For many scientists, the study of large datasets is an ongoing challenge. Numerical analyses are used to study a wide range of disciplines from computational physics and astronomical calculations to human economic systems. As part of their study, scientists often desire to visually represent their data cloud using computer generated imagery (CGI).
The visualization of this data using CGI is important because it allows scientists to rapidly draw conclusions from the data and to enhance their general cognition. Because of the potential benefits, a variety of visualization systems have been developed to convert three-dimensional (3D) datasets into two-dimensional (2D) CGI that is displayed on standard computer monitors.

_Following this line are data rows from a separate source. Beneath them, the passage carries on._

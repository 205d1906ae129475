#include "solve/sits.h"

#include <math.h>

#include "base/angle.h"

/* The weights that stay on; their number is 0 where everything comes off. */
static size_t staying(const struct job *job, const struct job_weight **weights)
{
    *weights = NULL;
    if (job->aim.mounted < 0)
        return 0;
    *weights = job->runs[job->aim.mounted].weights;
    return job->runs[job->aim.mounted].weight_count;
}

static bool is_here(const struct job_weight *w, size_t plane, double angle_deg)
{
    return w->plane == plane &&
           fabs(angle_wrap_180(w->angle_deg - angle_deg)) <= SITS_NEAR_DEG + 1e-9;
}

/* What the limits count of one weight. */
static double counted(const struct job *job, const struct job_weight *w)
{
    double sign = job->planes[w->plane].work == WORK_REMOVE ? -1 : 1;
    return fmax(0, sign * w->mounted_mass);
}

double sits_mass(const struct job *job, size_t plane, double angle_deg)
{
    const struct job_weight *w;
    double sum = 0;
    for (size_t n = staying(job, &w); n > 0; n--, w++)
        sum += is_here(w, plane, angle_deg) ? w->mounted_mass : 0;
    return sum;
}

double sits_equivalent(const struct job *job, size_t plane, double angle_deg)
{
    const struct job_weight *w;
    double sum = 0;
    for (size_t n = staying(job, &w); n > 0; n--, w++)
        sum += is_here(w, plane, angle_deg) ? w->mass : 0;
    return sum;
}

double sits_at(const struct job *job, size_t plane, double angle_deg)
{
    const struct job_weight *w;
    double sum = 0;
    for (size_t n = staying(job, &w); n > 0; n--, w++)
        sum += is_here(w, plane, angle_deg) ? counted(job, w) : 0;
    return sum;
}

double sits_in_all(const struct job *job, size_t plane)
{
    const struct job_weight *w;
    double sum = 0;
    for (size_t n = staying(job, &w); n > 0; n--, w++)
        sum += w->plane == plane ? counted(job, w) : 0;
    return sum;
}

One data cloud visualization method is disclosed in U.S. Pat. No. 6,278,459. This technique, like many others, uses a volume-rendering technique that first parcels the 3D space into smaller volumes referred to as voxels. These voxels are mathematical entities that are assigned attributes for color and opacity based on a user defined criteria. When converted into 2D CGI for display, the voxel properties are used to create pixels that define the appearance. While this process provides a great deal of flexibility in how static datasets are displayed, it produces significant processing overhead.

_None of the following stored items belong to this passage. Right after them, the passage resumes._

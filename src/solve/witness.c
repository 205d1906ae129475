#include "solve/witness.h"

#include <math.h>
#include <stdio.h>
#include <string.h>

#include "solve/lookback.h"

#define REFUSED 6.0      /* s.e.: twice the caution, as `lag-follows-weight` */
#define LEAST_OFF 0.1    /* of as found: a smaller difference turns no answer; common practice */
#define LEAST_NOISE 5e-3 /* of as found: readings noted by hand carry three digits at best */
#define WORSE 2.0        /* s.e.: about the 95 % point, common practice */

/* Limits of lag-follows-weight, since the same hangs on it. */
static struct judge_limits limits_of(const struct job *job)
{
    struct judge_limits l = judge_limits_of(job, "lag-follows-weight", 3, INFINITY);
    if (isinf(l.refuse))
        l.refuse = fmax(REFUSED, l.caution);
    return l;
}

static struct advice_finding begin(const struct model_row *row, size_t run, const char *check)
{
    return (struct advice_finding){.check = check,
                                   .unit = "s.e.",
                                   .basis = "common practice",
                                   .run = (int)run,
                                   .sensor = (int)row->sensor};
}

int witness_contrary(const struct model *m, const struct model_row *row, size_t run,
                     struct advice_finding *f)
{
    struct judge_limits l = limits_of(m->job);
    struct lookback look;
    if (m->amplitudes || l.off)
        return 0;
    int found = lookback_row(row, m->job->plane_count, run, &look);
    if (found <= 0)
        return found;
    double complex wanted = look.predicted - look.bare, got = look.measured - look.bare;
    if (!(look.se >= l.refuse) || !(creal(conj(wanted) * got) < 0) ||
        !(cabs(got - wanted) >= LEAST_OFF * row->as_found))
        return 0;
    *f = begin(row, run, "prediction");
    f->value = look.se;
    f->verdict = judge_value(&l, look.se, &f->limit);
    snprintf(f->text, sizeof f->text,
             "run '%s' changed sensor '%s' contrary to what the runs before it predict: check how "
             "and where its weights and the trials' were mounted, the sheet's `angles` and "
             "`phase`, and whether the tape or the machine changed",
             m->job->runs[run].name, m->job->sensors[row->sensor].name);
    return 1;
}

bool witness_refused(const struct model *m, const struct model_row *row,
                     const struct model_reading *r, struct advice_finding *f)
{
    struct judge_limits l = limits_of(m->job);
    size_t planes = m->job->plane_count;
    double complex x[16];
    double cov[3];
    if (m->amplitudes || l.off || planes > 16 || !r->phase || r->sensor != row->sensor ||
        row->posterior.rank != planes + 1 ||
        strcmp(r->condition, m->conditions[row->condition]) != 0)
        return false;
    for (size_t p = 0; p < planes; p++)
        x[p] = job_run_weight(m->job, r->run, p);
    double complex off = r->vector - (row->runout ? m->runout[row->sensor].vector : 0) -
                         posterior_predict(&row->posterior, x, cov);
    double noise = fmax(row->sigma, LEAST_NOISE * row->as_found);
    double variance = cov[0] + cov[2] + r->cov[0] + r->cov[2] + 2 * noise * noise;
    *f = begin(row, r->run, "prediction");
    f->value = cabs(off) / sqrt(variance);
    f->verdict = judge_value(&l, f->value, &f->limit);
    if (f->verdict == ADVICE_OK || isnan(f->value))
        return false;
    snprintf(f->text, sizeof f->text,
             "run '%s', whose effect is too small to solve with, still contradicts the other runs "
             "at sensor '%s', %s standard errors off: check how and where the weights were "
             "mounted, the sheet's `angles` and `phase`, and repeat it with a larger weight",
             m->job->runs[r->run].name, m->job->sensors[row->sensor].name,
             judge_figure(f->value, 2).text);
    return true;
}

/* Standard error of an amplitude difference: that along the vector is at most the whole. */
static double worse_by(const struct model_row *row, size_t run)
{
    for (size_t i = 0; i < row->count; i++) {
        double noise = fmax(row->sigma, LEAST_NOISE * row->as_found);
        if (row->runs[i] == run)
            return (cabs(row->y[i]) - row->as_found) /
                   sqrt(row->cov[i][0] + row->cov[i][2] + 2 * noise * noise);
    }
    return NAN;
}

int witness_worse(const struct model *m, size_t run, struct advice_finding *f)
{
    bool any = false;
    for (size_t i = 0; i < m->row_count; i++) {
        const struct model_row *row = &m->rows[i];
        struct lookback look;
        double se = worse_by(row, run);
        if (!row->in_aim || row->state != MODEL_GOOD || !(se >= WORSE) || (any && se <= f->value))
            continue;
        int found = m->amplitudes ? 0 : lookback_row(row, m->job->plane_count, run, &look);
        if (found < 0)
            return found;
        if (found && cabs(look.predicted) > row->as_found)
            continue;
        *f = begin(row, run, "correction-worse");
        f->value = se;
        f->limit = WORSE;
        f->verdict = ADVICE_CAUTION;
        bool alone = !found && row->count <= m->job->plane_count + 1;
        snprintf(f->text, sizeof f->text,
                 "run '%s' is worse than as found at sensor '%s'%s: before anything is fitted, "
                 "check how and where its weights were mounted and the sheet's `angles` and "
                 "`phase`",
                 m->job->runs[run].name, m->job->sensors[row->sensor].name,
                 alone ? ", and the answer rests on that run alone" : "");
        any = true;
    }
    return any;
}

static bool misfits(const struct model_row *row)
{
    return row->misfit >= MODEL_MISFIT;
}

bool witness_moved(const struct model *m, const struct model_row *row,
                   const struct remedy_cause *cause)
{
    bool swapped = !strcmp(cause->check, "sensor-swapped");
    size_t shown = 0, alike = 0;
    if (cause->run < 0 ||
        strcmp(m->job->runs[cause->run].condition, m->conditions[row->condition]) != 0)
        return false;
    if (!strcmp(cause->check, "sensor-turned"))
        return (int)row->sensor == cause->sensor && misfits(row);
    if (!swapped && strcmp(cause->check, "tape-moved") != 0)
        return false;
    for (size_t i = 0; i < m->row_count; i++) {
        const struct model_row *other = &m->rows[i];
        if (other->condition != row->condition || !misfits(other))
            continue;
        shown++;
        alike += m->job->sensors[other->sensor].quantity == m->job->sensors[row->sensor].quantity;
    }
    if (swapped)
        return shown > 1 ? misfits(row) : alike > 0;
    return shown > 1; /* at one sensor a weight that is not as listed explains as much */
}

Another prior art data visualization method is disclosed in U.S. Pat. No. 5,339,386. This visualization technique also takes a volumetric approach towards the rendering of data. While the Open Graphics Language (Open GL) volumetric method of the '386 patent is an effective technique for creating distance specific effects for smoke, fog, and other volumetric calculations that need to change as the viewpoint moves through the effected volume, it introduces processes not needed for scientific visualizations where visualizing the entire dataset simultaneously is required. Additionally, the technique disclosed in the patent is limited in the range of color and opacity available due to the opacity blending approach that is used.
To address the many challenges associated with traditional data cloud visualization techniques, a method is needed to interactively render large datasets that change over time with blended color and opacity using both polygons and 2D image maps in an Open GL environment.